■ Work task
Find the word "DatasetView" in the listing below, then return every line it appears in.

--- Task inputs Enclosed Below ---

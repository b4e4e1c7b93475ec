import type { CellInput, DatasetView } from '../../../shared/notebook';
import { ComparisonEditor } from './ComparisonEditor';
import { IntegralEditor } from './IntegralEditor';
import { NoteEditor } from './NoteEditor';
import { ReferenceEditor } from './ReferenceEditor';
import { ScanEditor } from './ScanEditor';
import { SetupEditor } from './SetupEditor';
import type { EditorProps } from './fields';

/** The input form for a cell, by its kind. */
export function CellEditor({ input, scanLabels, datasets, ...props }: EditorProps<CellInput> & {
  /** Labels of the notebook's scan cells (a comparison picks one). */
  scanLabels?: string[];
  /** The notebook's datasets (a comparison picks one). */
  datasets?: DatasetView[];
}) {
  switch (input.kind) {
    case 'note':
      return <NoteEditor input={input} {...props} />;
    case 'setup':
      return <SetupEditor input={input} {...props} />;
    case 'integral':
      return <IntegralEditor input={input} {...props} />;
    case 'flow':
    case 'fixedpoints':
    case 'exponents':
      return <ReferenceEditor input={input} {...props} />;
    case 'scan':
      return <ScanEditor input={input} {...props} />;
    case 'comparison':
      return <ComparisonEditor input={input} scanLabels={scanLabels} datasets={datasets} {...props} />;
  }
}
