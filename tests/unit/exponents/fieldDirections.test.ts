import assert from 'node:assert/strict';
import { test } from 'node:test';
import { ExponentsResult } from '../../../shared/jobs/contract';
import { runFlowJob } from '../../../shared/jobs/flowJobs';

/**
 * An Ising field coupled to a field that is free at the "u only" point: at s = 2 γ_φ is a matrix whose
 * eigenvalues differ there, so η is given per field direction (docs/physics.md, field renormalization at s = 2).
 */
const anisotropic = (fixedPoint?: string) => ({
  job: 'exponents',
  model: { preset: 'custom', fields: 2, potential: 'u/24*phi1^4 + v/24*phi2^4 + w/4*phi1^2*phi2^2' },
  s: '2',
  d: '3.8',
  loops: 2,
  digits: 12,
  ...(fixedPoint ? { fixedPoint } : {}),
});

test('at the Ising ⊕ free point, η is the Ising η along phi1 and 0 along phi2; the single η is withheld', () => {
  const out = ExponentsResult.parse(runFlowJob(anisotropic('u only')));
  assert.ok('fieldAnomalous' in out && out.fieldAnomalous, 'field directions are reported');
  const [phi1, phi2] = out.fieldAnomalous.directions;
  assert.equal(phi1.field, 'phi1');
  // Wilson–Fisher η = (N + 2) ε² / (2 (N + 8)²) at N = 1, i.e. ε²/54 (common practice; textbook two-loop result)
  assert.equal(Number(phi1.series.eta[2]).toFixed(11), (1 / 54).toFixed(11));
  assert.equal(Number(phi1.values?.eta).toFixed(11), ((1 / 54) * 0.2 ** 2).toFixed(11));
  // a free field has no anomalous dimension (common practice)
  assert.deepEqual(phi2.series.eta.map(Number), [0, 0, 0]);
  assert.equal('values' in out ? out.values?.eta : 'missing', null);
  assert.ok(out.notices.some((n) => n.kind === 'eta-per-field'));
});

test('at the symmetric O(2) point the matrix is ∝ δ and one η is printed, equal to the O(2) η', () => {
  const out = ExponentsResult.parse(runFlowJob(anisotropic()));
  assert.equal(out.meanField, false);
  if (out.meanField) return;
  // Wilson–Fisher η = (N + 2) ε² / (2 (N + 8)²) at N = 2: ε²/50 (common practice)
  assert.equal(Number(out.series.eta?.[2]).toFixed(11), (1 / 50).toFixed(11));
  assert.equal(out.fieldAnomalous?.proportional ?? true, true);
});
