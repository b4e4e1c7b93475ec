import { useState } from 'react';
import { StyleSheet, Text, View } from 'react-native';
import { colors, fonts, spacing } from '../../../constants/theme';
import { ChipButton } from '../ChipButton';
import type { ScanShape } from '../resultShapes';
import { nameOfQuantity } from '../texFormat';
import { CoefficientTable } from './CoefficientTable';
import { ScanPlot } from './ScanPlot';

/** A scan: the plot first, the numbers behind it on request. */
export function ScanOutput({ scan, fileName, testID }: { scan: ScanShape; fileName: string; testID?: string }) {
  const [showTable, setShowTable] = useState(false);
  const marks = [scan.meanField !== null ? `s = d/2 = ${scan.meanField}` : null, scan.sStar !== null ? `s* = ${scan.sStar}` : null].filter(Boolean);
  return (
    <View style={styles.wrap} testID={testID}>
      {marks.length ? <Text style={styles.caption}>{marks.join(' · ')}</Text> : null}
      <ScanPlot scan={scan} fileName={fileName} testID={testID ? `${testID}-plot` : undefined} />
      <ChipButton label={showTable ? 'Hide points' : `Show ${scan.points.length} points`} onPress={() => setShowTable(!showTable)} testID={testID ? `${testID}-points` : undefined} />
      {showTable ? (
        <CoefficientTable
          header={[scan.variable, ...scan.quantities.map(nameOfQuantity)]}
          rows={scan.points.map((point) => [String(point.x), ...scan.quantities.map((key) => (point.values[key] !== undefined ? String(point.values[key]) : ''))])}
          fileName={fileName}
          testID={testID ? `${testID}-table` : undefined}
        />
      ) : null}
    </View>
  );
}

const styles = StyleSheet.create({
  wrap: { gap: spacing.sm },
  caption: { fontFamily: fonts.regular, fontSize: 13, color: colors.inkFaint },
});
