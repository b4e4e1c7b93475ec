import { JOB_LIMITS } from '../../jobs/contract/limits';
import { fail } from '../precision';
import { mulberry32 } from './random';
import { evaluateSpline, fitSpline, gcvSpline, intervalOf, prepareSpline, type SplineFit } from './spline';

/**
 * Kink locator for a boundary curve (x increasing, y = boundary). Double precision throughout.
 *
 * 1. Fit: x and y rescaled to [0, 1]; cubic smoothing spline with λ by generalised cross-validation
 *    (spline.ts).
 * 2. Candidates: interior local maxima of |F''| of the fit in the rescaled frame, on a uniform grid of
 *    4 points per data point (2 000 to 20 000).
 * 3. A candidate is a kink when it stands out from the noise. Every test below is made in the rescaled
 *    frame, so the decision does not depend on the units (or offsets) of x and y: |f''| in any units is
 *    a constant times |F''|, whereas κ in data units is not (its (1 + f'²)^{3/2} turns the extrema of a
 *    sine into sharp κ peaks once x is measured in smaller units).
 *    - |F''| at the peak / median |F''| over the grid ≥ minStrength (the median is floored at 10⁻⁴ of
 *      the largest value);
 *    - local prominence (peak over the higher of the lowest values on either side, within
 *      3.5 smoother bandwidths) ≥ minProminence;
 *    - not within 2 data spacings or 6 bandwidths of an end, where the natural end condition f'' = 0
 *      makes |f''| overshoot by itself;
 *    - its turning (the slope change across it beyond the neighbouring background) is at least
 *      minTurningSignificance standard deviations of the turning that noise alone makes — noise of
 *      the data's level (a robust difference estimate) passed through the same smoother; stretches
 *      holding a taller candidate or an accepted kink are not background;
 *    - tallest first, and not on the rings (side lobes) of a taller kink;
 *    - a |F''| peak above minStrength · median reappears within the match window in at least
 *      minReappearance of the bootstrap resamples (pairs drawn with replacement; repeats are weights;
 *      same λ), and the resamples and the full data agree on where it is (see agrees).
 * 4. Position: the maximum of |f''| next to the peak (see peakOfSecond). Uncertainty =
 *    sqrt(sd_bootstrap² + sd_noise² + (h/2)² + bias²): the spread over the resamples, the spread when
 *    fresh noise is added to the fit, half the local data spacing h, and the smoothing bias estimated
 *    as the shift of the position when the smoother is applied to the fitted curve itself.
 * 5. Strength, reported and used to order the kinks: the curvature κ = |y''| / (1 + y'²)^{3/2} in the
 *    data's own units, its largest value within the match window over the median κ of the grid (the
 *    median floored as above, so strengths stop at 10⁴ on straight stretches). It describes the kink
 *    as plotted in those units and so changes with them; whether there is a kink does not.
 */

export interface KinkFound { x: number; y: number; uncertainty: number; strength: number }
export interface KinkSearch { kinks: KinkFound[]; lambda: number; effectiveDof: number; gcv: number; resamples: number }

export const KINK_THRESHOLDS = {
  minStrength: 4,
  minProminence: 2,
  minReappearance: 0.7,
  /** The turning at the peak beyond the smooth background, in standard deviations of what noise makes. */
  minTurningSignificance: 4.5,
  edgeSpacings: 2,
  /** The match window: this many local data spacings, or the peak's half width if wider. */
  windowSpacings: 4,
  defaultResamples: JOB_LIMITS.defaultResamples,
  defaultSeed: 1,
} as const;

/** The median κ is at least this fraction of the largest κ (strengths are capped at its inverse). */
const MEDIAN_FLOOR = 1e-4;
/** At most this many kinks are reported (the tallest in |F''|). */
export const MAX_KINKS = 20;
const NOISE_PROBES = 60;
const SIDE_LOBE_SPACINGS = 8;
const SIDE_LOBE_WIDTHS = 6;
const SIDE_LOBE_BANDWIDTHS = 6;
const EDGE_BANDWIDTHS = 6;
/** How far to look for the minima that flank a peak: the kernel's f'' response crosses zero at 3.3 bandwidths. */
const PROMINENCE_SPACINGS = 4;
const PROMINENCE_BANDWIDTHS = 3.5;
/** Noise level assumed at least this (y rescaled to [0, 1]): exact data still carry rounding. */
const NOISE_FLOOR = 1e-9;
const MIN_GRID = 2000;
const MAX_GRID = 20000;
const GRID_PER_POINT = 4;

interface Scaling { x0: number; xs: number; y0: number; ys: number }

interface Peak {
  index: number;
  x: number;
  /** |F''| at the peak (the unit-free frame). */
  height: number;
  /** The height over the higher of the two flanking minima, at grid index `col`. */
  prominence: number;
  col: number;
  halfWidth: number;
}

--- End of Enclosed Task inputs ---

■ Task response
import type { CellInput, DatasetView } from '../../../shared/notebook';
  datasets?: DatasetView[];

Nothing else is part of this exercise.